# [ASM] - Von Diskette NTFS-Datenträger auslesen



## Philipp9494 (27. Oktober 2007)

Hallo

Ich will gerne von einer Diskette (booten funktioniert schon ;-)) mit Assembler einen NTFS-Datenträger lesen (zb. die Datei: C:\Programme\test.xyz)

Habt ihr irgendwelche Ideen? 
Wäre sehr froh über Links etc...

mfg

Philipp9494


----------



## Dennis Wronka (27. Oktober 2007)

Hmm, mit Assembler direkt auf ein Dateisystem, vor allem auf ein so komplexes wie NTFS, duerfte wohl kein Zuckerschlecken werden.

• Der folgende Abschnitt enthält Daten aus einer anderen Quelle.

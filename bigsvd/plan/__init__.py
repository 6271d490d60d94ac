"""Pure arithmetic on specs: axis, panels, route, widths, memory, time. Opens nothing."""

from bigsvd.plan.choose import make_plan
from bigsvd.plan.geometry import UNIT_LINES, Geometry
from bigsvd.plan.memory import SLICE_ENTRIES, TALL_LINES, MemoryTerm, fold_lines, tile_columns
from bigsvd.plan.phases import CALLER, SHARED, Costs, pass_costs, predict
from bigsvd.plan.plan import Plan
from bigsvd.plan.rates import BASE_BYTES, NOMINAL, NOMINAL_SHARE_OF_SLICES, Rate, Rates
from bigsvd.plan.request import DEFAULT_MAX_RANK, DEFAULT_RANK, Request
from bigsvd.plan.sparse import MEASURED_COLUMNS, sparse_bytes
from bigsvd.plan.widths import Widths, crowd_reach, krylov_widths

__all__ = [
    "BASE_BYTES",
    "CALLER",
    "DEFAULT_MAX_RANK",
    "DEFAULT_RANK",
    "MEASURED_COLUMNS",
    "NOMINAL",
    "NOMINAL_SHARE_OF_SLICES",
    "SHARED",
    "SLICE_ENTRIES",
    "TALL_LINES",
    "UNIT_LINES",
    "Costs",
    "Geometry",
    "MemoryTerm",
    "Plan",
    "Rate",
    "Rates",
    "Request",
    "Widths",
    "crowd_reach",
    "fold_lines",
    "krylov_widths",
    "make_plan",
    "pass_costs",
    "predict",
    "sparse_bytes",
    "tile_columns",
]
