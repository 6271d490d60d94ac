"""States, verdict and words for evidence written by hand."""

from __future__ import annotations

from dataclasses import replace

import numpy as np
import pytest
from evidence_samples import by_hand

from bigsvd.certify import WholeSpectrum, certify, rounding_limited, spectrum_intervals

FLAT = [9.0, *np.linspace(1.0, 0.95, 24)]


def test_small_residuals_and_a_proved_gap_resolve() -> None:
    certificate = certify(by_hand([5, 3, 1], [1e-6, 1e-6, 1e-6], 0.5), 2, 10, 1e-3, strict=True)
    assert certificate.state_words == ("resolved", "resolved")
    assert certificate.index_proved.all()
    assert certificate.tolerance_met
    assert certificate.verdict == "2 of 2 components resolved to 0.001; order proved for all"
    assert certificate.captured_share == pytest.approx(34 / 35.25)
    assert np.all(certificate.angle_bound < 1e-6)
    np.testing.assert_allclose(certificate.residual, [1e-6 / 5, 1e-6 / 3], rtol=1e-5)


def test_a_large_residual_leaves_a_component_open() -> None:
    certificate = certify(by_hand([5, 3, 1], [1e-6, 2.0, 2.0], 2.9), 2, 10, 1e-3, strict=False)
    assert certificate.state_words == ("resolved", "open")
    assert not certificate.tolerance_met
    assert "1 of 2 components resolved to 0.001; 1 open, values known to" in certificate.verdict


def test_a_missed_bound_above_the_values_leaves_the_order_unproved() -> None:
    certificate = certify(by_hand([5, 3, 1], [1e-6, 1e-6, 1e-6], 7.0), 2, 10, 1e-3, strict=False)
    assert certificate.state_words == ("resolved", "resolved")  # they are singular values, whichever
    assert not certificate.index_proved.any()
    assert np.isnan(certificate.angle_bound).all()
    assert certificate.verdict.endswith("order not proved")


def test_crowded_components_of_moderate_width_lie_in_the_bulk() -> None:
    evidence = by_hand(FLAT, [1e-6, *[0.08] * 24], 1.05)
    certificate = certify(evidence, 5, 10, 1e-3, strict=False)
    assert certificate.state_words == ("resolved", "bulk", "bulk", "bulk", "bulk")
    assert certificate.tolerance_met
    assert "4 lie in the bulk, values known to" in certificate.verdict
    assert "vectors not to be read singly" in certificate.verdict


def test_strict_counts_the_bulk_as_unmet() -> None:
    certificate = certify(by_hand(FLAT, [1e-6, *[0.08] * 24], 1.05), 5, 10, 1e-3, strict=True)
    assert not certificate.tolerance_met
    assert certificate.verdict.endswith("(strict: the bulk counts as unmet)")


def test_crowding_must_be_seen_not_supposed() -> None:
    # Only nine further values are known: whether the tenth neighbour is near cannot be said.
    short = by_hand(FLAT[:14], [1e-6, *[0.08] * 13], 1.05)
    assert certify(short, 5, 10, 1e-3, strict=False).state_words[4] == "open"
    # 1/√i falls by a third over ten places: no bulk.
    falling = by_hand(list(np.arange(1, 30) ** -0.5), [0.02] * 29, 0.19)
    assert "bulk" not in certify(falling, 5, 10, 1e-3, strict=False).state_words


def test_wide_intervals_are_open_even_where_values_crowd() -> None:
    certificate = certify(by_hand(FLAT, [1e-6, *[0.5] * 24], 3.0), 5, 10, 1e-3, strict=False)
    assert certificate.state_words[1:] == ("open",) * 4


def test_a_value_of_rounding_is_null_and_says_how_large_it_could_be() -> None:
    certificate = certify(by_hand([5, 3, 1e-16, 0], [1e-9, 1e-9, 0, 0], 1e-12), 4, 10, 1e-3, strict=False)
    np.testing.assert_array_equal(certificate.null, [False, False, True, True])
    np.testing.assert_array_equal(certificate.value[2:], 0)
    np.testing.assert_array_equal(certificate.lower[2:], 0)
    assert np.all(certificate.upper[2:] < 1e-6)  # √ of the rounding of products, 1e-13
    assert certificate.state_words == ("resolved",) * 4
    assert np.isnan(certificate.angle_bound[2:]).all()
    assert "2 zero to rounding" in certificate.verdict


@pytest.mark.parametrize("size", [1e-60, 1e8, 1e60])
def test_null_components_of_matrices_of_any_size_say_the_same(size: float) -> None:
    rounding = {"value_rounding": 1e-13 * size, "product_rounding": np.full(3, 1e-13 * size**2)}
    evidence = by_hand([5 * size, 3 * size, 0], [1e-9 * size**2, 1e-9 * size**2, 0], 1e-12 * size, **rounding)
    certificate = certify(evidence, 3, 10, 1e-3, strict=False)
    np.testing.assert_array_equal(certificate.null, [False, False, True])
    assert certificate.state_words == ("resolved",) * 3
    np.testing.assert_allclose(certificate.residual / size, [2e-10, 3.33e-10, 2e-14], rtol=0.01)


def test_a_null_component_is_open_while_the_missed_bound_is_large() -> None:
    certificate = certify(by_hand([5, 3, 0], [1e-9, 1e-9, 0], 2.0), 3, 10, 1e-3, strict=False)
    assert certificate.null[2]
    assert certificate.state_words[2] == "open"
    assert certificate.upper[2] >= 2.0


def test_a_value_above_noise_but_within_its_rounding_term_is_marked() -> None:
    evidence = by_hand([5, 1e-9], [1e-12, 0], 0.0, value_rounding=1e-8)
    certificate = certify(evidence, 2, 10, 1e-3, strict=False)
    np.testing.assert_array_equal(certificate.below_noise, [False, True])
    assert certificate.lower[1] == 0


def test_an_empty_matrix_of_zeros_is_resolved() -> None:
    certificate = certify(by_hand([0, 0, 0], [0, 0, 0], 0.0), 2, 10, 1e-3, strict=False)
    assert certificate.null.all()
    assert certificate.captured_share == 1.0


def test_a_whole_spectrum_narrows_values_and_proves_the_order() -> None:
    theta = [5.0, 3.0, 1.0]
    loose = by_hand(theta, [9.0, 9.0, 9.0], 4.0)
    whole = WholeSpectrum(np.array([5.0, 3.0, 1.0, 0.5]), np.full(4, 1e-9), 1e-9)
    without, within = (certify(e, 2, 10, 1e-3, strict=False) for e in (loose, replace(loose, whole=whole)))
    assert without.state_words == ("open", "open")
    assert within.state_words == ("resolved", "resolved")
    assert within.index_proved.all()
    assert np.all(within.upper <= np.array([5.0, 3.0]) + 1e-9 + 1e-12)
    # Wedin on the fold: 2√2·error/gap with a gap of 2 on both sides.
    np.testing.assert_allclose(within.angle_bound, 2 * np.sqrt(2) * 1e-9 / 2, rtol=1e-3, atol=1e-13)


def test_a_gram_error_gives_no_angles() -> None:
    loose = by_hand([5, 3, 1], [9.0, 9.0, 9.0], 4.0)
    whole = WholeSpectrum(np.array([5.0, 3.0, 1.0, 0.5]), np.full(4, 1e-9), np.inf)
    assert np.isnan(certify(replace(loose, whole=whole), 2, 10, 1e-3, strict=False).angle_bound).all()


def test_tied_components_are_bounded_as_one_subspace() -> None:
    evidence = by_hand([5, 5 - 1e-9, 2, 1], [1e-6] * 4, 0.5)
    certificate = certify(evidence, 3, 10, 1e-3, strict=False)
    np.testing.assert_array_equal(certificate.tied_first, [0, 0, 2])
    np.testing.assert_array_equal(certificate.tied_last, [1, 1, 2])
    assert certificate.angle_bound[0] == certificate.angle_bound[1] < 1e-6


def test_a_tie_across_the_rank_has_no_bound() -> None:
    certificate = certify(by_hand([5, 2, 2 - 1e-9, 1], [1e-6] * 4, 0.5), 2, 10, 1e-3, strict=False)
    assert np.isfinite(certificate.angle_bound[0])
    assert np.isnan(certificate.angle_bound[1])


def test_spectrum_ends_by_index_enclose_all_computed_values() -> None:
    evidence = by_hand([5, 3, 1], [0.1, 0.2, 0.3], 1.5)
    lower, upper = spectrum_intervals(evidence)
    assert lower.shape == upper.shape == (3,)
    assert np.all(lower <= evidence.theta)
    assert np.all(upper >= evidence.theta)
    assert upper[2] >= 1.5
    whole = WholeSpectrum(evidence.theta, np.full(3, 1e-6), 1e-6)
    np.testing.assert_allclose(spectrum_intervals(replace(evidence, whole=whole))[1], evidence.theta, rtol=1e-5)


def test_rounding_that_alone_exceeds_the_tolerance_is_recognised() -> None:
    rounded = by_hand([5, 3, 1], [0, 0, 0], 2.9, product_rounding=np.full(3, 0.2))
    certificate = certify(rounded, 2, 10, 1e-3, strict=False)
    assert "open" in certificate.state_words
    assert rounding_limited(rounded, certificate)
    sweepable = by_hand([5, 3, 1], [0.2, 0.2, 0.2], 2.9, product_rounding=np.full(3, 1e-12))
    assert not rounding_limited(sweepable, certify(sweepable, 2, 10, 1e-3, strict=False))
    done = by_hand([5, 3, 1], [0, 0, 0], 0.5)
    assert not rounding_limited(done, certify(done, 2, 10, 1e-3, strict=False))


def test_a_certificate_survives_storing() -> None:
    from bigsvd.certify import Certificate, SliceCheck

    certificate = certify(by_hand(FLAT, [1e-6, *[0.08] * 24], 1.05), 5, 10, 1e-3, strict=False)
    certificate = replace(certificate, slices=(SliceCheck((0, 5), (2, 9), 3, 1e-15, 1e-9, True),))
    again = Certificate.restore(certificate.arrays(), certificate.facts())
    assert again.slices == certificate.slices
    assert again.verdict == certificate.verdict
    for name, part in certificate.arrays().items():
        np.testing.assert_array_equal(again.arrays()[name], part)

Mein Tipp des Tages zu diesem Thema geht auch eher in Richtung C. Schau Dir mal die Quellen der NTFSProgs und/oder NTFS-3g an, denn dadurch solltest Du zumindest herausfinden koennen wie man ueberhaupt mit NTFS arbeitet.


----------



## Philipp9494 (27. Oktober 2007)

Hallo

Danke.
Hab mir das jetzt mal angesehen, aber ich glaube das funktioniert nur aus Windows, Linux, etc. 

Ich möchte es aber gerne aus meinen eigenen Assembler-Programm..

mfg

Philipp9494


----------